▸ **Data extract**:

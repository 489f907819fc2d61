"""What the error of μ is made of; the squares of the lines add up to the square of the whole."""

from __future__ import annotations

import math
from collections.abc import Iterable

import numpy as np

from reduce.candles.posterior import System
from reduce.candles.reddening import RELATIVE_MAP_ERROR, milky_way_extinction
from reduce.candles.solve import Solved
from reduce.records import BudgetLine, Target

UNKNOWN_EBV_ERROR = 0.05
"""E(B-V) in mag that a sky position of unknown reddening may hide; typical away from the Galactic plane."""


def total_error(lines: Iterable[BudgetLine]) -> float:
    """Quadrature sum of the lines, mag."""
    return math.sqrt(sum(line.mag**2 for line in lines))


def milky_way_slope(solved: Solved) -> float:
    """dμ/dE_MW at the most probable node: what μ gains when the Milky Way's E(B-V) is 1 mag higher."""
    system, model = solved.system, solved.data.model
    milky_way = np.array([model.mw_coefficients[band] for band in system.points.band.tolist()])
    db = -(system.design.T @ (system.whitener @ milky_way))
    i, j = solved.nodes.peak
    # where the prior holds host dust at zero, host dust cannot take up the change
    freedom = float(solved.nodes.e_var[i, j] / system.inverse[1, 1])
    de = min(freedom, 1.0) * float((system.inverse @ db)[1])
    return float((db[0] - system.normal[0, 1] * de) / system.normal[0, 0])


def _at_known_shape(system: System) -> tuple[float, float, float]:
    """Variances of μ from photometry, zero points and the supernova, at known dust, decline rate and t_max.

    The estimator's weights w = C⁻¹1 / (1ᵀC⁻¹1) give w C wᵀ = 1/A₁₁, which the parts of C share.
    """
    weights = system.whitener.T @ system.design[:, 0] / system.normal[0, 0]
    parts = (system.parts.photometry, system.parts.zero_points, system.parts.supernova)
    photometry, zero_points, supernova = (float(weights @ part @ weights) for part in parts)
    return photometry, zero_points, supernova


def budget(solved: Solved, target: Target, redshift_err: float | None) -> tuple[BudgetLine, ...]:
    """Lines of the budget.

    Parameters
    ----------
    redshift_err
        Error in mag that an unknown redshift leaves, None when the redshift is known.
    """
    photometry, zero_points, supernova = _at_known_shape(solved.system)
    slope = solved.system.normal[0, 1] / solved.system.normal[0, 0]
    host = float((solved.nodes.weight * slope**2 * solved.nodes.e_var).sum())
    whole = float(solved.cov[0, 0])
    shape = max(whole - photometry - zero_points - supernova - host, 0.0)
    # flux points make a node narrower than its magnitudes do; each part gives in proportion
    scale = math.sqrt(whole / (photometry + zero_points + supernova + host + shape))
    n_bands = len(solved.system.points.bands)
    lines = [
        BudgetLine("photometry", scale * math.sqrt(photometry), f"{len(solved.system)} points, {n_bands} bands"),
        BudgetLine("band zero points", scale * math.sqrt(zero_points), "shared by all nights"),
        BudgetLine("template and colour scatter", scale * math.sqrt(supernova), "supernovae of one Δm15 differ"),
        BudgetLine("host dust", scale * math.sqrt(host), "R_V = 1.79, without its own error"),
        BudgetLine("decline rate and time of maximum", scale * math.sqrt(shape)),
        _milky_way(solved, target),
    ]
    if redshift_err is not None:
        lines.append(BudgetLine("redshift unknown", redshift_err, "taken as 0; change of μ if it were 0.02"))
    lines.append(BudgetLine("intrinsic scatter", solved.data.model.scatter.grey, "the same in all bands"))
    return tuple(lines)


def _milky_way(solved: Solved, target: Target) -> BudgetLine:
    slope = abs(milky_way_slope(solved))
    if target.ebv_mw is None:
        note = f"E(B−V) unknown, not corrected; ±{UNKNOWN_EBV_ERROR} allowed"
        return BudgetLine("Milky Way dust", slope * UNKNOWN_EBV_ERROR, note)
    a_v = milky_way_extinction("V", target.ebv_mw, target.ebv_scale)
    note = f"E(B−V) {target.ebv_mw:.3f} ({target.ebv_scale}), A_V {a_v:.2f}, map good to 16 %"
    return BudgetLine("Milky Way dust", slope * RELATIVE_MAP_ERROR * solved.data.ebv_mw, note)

---

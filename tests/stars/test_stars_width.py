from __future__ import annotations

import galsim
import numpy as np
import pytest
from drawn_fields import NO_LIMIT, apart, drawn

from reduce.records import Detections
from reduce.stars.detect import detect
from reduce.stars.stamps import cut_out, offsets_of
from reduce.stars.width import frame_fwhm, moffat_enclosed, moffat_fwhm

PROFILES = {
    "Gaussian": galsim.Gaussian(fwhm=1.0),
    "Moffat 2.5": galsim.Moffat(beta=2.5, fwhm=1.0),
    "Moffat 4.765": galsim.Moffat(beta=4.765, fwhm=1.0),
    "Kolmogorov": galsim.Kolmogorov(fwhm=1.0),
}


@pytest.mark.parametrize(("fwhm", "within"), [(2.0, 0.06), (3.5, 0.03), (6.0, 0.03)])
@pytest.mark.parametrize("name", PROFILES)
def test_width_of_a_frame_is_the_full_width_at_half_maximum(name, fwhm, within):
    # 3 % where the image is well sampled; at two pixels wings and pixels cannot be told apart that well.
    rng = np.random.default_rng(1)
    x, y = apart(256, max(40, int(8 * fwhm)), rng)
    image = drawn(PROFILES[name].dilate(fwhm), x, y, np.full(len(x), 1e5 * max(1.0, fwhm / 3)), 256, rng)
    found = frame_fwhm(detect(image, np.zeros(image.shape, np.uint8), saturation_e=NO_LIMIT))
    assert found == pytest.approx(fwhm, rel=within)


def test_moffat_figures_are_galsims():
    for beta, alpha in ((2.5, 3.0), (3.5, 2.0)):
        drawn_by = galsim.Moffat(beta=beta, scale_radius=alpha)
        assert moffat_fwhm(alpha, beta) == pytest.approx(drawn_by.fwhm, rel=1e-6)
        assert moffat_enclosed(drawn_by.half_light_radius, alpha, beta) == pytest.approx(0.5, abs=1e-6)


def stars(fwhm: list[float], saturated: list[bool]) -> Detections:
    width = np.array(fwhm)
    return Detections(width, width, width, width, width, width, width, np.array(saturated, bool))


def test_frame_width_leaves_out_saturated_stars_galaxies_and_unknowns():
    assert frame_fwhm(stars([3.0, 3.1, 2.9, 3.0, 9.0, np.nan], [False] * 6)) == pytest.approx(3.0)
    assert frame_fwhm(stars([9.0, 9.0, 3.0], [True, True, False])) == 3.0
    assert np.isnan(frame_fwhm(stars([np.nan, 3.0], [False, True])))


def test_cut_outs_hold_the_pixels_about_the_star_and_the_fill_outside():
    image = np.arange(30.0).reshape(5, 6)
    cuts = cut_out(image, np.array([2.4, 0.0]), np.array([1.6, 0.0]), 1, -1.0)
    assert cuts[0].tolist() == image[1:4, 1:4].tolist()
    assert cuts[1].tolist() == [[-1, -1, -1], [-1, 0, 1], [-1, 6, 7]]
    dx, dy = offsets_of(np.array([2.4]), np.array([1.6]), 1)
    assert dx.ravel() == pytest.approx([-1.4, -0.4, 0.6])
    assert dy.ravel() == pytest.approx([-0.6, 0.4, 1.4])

==

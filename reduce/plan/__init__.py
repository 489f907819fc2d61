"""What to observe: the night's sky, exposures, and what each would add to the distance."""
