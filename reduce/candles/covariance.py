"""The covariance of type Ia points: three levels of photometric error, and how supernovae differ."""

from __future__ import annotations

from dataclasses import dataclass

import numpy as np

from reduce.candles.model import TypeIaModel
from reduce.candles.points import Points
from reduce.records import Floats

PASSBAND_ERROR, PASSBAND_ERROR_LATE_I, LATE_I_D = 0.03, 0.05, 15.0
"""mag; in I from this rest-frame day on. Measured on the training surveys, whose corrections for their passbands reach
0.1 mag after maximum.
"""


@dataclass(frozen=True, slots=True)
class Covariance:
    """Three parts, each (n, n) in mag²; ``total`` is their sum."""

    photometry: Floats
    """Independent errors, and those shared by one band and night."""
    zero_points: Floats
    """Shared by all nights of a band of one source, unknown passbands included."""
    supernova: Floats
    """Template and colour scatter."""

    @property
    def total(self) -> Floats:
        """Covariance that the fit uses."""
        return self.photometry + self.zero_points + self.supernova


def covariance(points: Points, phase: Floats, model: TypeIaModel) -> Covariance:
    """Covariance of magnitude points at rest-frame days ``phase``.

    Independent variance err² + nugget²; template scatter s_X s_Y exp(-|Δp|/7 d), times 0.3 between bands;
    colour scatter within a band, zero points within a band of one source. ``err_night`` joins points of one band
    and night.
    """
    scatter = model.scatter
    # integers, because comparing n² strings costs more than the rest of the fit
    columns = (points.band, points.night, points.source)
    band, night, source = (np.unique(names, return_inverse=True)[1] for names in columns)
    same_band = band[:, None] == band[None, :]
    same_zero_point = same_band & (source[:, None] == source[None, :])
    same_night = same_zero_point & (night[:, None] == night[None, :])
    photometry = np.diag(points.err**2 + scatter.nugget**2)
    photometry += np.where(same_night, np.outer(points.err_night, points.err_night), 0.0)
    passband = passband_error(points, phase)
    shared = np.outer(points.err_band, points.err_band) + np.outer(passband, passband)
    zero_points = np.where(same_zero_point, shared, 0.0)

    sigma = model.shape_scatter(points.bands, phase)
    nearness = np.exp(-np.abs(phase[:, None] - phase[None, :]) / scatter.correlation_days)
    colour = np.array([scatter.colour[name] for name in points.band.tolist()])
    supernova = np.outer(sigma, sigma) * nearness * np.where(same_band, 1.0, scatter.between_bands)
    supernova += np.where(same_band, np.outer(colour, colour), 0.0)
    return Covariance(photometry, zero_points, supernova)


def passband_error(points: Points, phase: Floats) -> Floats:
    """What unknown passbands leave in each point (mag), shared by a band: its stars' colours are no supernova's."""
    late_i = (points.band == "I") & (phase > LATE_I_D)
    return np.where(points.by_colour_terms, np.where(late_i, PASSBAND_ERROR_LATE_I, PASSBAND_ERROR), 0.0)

▸ **Exercise directions**: Would you output, from the records above, exactly the run of lines that starts at the line containing "0.1 mag after maximum." and ends at the line containing "same_zero_point = same_band", and only that run?

▸ **Task result**:
0.1 mag after maximum.
"""


@dataclass(frozen=True, slots=True)
class Covariance:
    """Three parts, each (n, n) in mag²; ``total`` is their sum."""

    photometry: Floats
    """Independent errors, and those shared by one band and night."""
    zero_points: Floats
    """Shared by all nights of a band of one source, unknown passbands included."""
    supernova: Floats
    """Template and colour scatter."""

    @property
    def total(self) -> Floats:
        """Covariance that the fit uses."""
        return self.photometry + self.zero_points + self.supernova


def covariance(points: Points, phase: Floats, model: TypeIaModel) -> Covariance:
    """Covariance of magnitude points at rest-frame days ``phase``.

    Independent variance err² + nugget²; template scatter s_X s_Y exp(-|Δp|/7 d), times 0.3 between bands;
    colour scatter within a band, zero points within a band of one source. ``err_night`` joins points of one band
    and night.
    """
    scatter = model.scatter
    # integers, because comparing n² strings costs more than the rest of the fit
    columns = (points.band, points.night, points.source)
    band, night, source = (np.unique(names, return_inverse=True)[1] for names in columns)
    same_band = band[:, None] == band[None, :]
    same_zero_point = same_band & (source[:, None] == source[None, :])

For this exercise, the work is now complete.